## TASK GOAL:
From the entries below, copy each line in which the word "told" occurs.
# # # # # # #
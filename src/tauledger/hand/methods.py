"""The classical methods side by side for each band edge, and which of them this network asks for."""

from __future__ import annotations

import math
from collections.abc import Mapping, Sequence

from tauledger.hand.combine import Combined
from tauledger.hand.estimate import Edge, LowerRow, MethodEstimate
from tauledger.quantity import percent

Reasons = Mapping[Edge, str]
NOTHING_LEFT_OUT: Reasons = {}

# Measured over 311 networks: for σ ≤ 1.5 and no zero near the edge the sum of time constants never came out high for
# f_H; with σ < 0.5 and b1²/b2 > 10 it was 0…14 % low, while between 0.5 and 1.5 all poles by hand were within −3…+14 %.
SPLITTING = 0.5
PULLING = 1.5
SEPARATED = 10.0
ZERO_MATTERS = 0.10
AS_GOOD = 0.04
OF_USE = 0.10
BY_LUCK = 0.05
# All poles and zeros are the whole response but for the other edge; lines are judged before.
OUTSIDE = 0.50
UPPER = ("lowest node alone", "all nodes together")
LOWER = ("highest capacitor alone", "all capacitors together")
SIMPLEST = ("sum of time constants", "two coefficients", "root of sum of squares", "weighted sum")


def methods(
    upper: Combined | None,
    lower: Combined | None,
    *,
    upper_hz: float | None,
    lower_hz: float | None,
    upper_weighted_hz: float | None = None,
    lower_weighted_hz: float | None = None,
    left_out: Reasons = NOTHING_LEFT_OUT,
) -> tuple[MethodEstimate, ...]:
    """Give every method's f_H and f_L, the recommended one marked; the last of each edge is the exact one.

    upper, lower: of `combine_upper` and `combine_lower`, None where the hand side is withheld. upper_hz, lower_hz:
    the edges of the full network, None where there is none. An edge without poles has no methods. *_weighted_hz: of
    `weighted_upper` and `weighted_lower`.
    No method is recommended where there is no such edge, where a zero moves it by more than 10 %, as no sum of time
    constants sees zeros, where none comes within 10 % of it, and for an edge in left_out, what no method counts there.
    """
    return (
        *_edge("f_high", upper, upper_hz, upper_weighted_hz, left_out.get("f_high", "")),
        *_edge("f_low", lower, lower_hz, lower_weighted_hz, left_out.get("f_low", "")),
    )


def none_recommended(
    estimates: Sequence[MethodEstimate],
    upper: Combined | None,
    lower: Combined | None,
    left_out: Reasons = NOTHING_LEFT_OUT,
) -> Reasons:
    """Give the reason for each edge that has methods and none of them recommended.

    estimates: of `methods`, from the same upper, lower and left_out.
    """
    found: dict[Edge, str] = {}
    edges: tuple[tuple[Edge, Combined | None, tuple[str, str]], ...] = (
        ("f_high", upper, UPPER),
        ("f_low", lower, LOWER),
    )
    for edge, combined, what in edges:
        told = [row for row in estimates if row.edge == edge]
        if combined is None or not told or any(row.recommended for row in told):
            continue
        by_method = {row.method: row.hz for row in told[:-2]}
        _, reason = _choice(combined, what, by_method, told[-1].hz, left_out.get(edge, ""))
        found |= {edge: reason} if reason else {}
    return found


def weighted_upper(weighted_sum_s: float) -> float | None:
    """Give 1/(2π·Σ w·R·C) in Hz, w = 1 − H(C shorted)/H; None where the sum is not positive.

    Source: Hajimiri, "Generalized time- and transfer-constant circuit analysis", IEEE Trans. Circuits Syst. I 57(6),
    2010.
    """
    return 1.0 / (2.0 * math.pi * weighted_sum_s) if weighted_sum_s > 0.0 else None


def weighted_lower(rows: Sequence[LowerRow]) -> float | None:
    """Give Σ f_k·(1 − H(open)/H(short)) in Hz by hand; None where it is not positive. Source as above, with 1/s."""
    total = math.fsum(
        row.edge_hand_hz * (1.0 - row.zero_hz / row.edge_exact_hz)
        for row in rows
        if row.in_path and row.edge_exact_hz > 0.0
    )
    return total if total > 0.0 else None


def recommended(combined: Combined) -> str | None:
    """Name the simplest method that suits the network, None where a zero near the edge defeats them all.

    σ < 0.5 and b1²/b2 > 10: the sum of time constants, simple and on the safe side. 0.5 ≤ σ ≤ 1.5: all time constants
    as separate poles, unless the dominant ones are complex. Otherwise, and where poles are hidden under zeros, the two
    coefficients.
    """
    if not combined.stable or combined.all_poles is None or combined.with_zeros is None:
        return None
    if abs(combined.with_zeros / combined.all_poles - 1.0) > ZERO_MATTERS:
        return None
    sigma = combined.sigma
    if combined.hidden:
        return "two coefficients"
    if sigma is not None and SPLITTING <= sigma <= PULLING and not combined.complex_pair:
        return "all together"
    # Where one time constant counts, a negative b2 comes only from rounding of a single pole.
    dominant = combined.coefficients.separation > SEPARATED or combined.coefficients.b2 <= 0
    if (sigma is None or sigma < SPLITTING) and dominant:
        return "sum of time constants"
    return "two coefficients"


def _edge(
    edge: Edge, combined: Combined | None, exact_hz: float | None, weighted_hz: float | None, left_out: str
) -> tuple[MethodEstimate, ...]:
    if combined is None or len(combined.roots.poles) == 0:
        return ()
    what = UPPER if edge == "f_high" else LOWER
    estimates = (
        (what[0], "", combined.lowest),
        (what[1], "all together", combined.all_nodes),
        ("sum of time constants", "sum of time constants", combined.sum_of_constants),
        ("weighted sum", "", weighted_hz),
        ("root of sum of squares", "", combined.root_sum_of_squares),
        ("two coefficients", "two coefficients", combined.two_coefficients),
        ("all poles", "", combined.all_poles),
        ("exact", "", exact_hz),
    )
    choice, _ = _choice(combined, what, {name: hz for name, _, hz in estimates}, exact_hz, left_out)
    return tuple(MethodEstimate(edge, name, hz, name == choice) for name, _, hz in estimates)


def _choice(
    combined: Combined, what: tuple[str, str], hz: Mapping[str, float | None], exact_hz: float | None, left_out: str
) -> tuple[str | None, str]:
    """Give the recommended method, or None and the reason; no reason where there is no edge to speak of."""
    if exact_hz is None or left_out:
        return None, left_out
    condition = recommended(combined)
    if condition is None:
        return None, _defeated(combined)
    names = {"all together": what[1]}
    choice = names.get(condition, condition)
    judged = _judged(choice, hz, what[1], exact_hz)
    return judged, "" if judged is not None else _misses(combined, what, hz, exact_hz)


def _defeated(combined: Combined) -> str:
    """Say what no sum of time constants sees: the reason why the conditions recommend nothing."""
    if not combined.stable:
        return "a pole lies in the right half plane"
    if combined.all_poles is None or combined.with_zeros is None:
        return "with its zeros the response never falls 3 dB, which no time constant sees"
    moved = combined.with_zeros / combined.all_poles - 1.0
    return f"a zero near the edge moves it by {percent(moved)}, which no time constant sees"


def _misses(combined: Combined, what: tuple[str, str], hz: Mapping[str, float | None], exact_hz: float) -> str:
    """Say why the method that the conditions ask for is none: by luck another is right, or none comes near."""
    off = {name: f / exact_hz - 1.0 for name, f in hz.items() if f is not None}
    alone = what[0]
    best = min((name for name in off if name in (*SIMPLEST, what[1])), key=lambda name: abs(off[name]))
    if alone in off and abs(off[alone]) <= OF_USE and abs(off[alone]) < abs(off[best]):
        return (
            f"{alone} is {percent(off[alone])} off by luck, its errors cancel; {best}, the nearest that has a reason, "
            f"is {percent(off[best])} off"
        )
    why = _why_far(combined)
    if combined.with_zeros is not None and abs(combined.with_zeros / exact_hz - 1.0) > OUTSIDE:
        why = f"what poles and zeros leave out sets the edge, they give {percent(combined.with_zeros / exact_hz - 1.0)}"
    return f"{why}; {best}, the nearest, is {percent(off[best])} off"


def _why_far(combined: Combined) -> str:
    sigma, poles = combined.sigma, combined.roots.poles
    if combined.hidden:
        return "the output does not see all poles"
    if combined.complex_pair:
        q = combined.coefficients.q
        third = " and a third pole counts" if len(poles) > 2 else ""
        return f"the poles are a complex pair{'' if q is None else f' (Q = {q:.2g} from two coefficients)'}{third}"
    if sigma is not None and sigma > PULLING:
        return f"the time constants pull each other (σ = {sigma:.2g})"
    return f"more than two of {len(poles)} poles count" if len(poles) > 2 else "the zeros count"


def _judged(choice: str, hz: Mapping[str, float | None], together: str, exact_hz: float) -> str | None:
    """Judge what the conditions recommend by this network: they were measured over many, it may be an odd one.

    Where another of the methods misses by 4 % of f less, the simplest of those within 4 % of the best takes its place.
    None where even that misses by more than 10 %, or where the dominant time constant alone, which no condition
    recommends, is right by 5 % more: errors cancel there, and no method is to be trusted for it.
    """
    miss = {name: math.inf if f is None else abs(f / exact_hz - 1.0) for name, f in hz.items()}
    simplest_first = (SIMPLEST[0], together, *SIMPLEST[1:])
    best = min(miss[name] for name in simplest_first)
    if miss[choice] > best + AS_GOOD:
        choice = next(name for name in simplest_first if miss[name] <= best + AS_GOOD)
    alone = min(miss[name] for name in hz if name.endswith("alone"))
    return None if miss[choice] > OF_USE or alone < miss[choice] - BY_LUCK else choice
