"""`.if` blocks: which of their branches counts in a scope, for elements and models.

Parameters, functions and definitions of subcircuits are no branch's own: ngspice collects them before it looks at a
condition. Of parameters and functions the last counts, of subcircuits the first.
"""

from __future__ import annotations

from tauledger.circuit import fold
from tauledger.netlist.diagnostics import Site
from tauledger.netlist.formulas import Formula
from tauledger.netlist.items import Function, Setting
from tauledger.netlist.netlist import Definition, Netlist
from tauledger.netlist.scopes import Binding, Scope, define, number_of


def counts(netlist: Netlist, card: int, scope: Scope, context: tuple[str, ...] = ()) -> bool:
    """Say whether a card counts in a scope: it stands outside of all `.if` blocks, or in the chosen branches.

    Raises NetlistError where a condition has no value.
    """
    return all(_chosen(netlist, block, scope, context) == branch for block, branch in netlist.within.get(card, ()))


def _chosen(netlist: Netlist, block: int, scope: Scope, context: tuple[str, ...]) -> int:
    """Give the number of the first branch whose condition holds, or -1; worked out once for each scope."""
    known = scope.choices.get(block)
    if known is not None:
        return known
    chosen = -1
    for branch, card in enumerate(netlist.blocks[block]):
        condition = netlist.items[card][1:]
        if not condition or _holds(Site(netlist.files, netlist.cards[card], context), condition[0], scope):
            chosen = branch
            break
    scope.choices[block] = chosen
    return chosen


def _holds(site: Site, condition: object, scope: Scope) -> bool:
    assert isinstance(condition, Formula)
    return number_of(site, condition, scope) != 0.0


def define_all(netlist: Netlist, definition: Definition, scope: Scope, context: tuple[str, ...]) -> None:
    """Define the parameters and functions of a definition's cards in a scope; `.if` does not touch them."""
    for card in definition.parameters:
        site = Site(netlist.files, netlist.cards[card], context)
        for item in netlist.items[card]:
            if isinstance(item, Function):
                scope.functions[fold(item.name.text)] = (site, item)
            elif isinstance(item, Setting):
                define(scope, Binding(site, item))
# # # # # # #
## RESULT OF THE EXERCISE:
        told = [row for row in estimates if row.edge == edge]
        if combined is None or not told or any(row.recommended for row in told):
        by_method = {row.method: row.hz for row in told[:-2]}
        _, reason = _choice(combined, what, by_method, told[-1].hz, left_out.get(edge, ""))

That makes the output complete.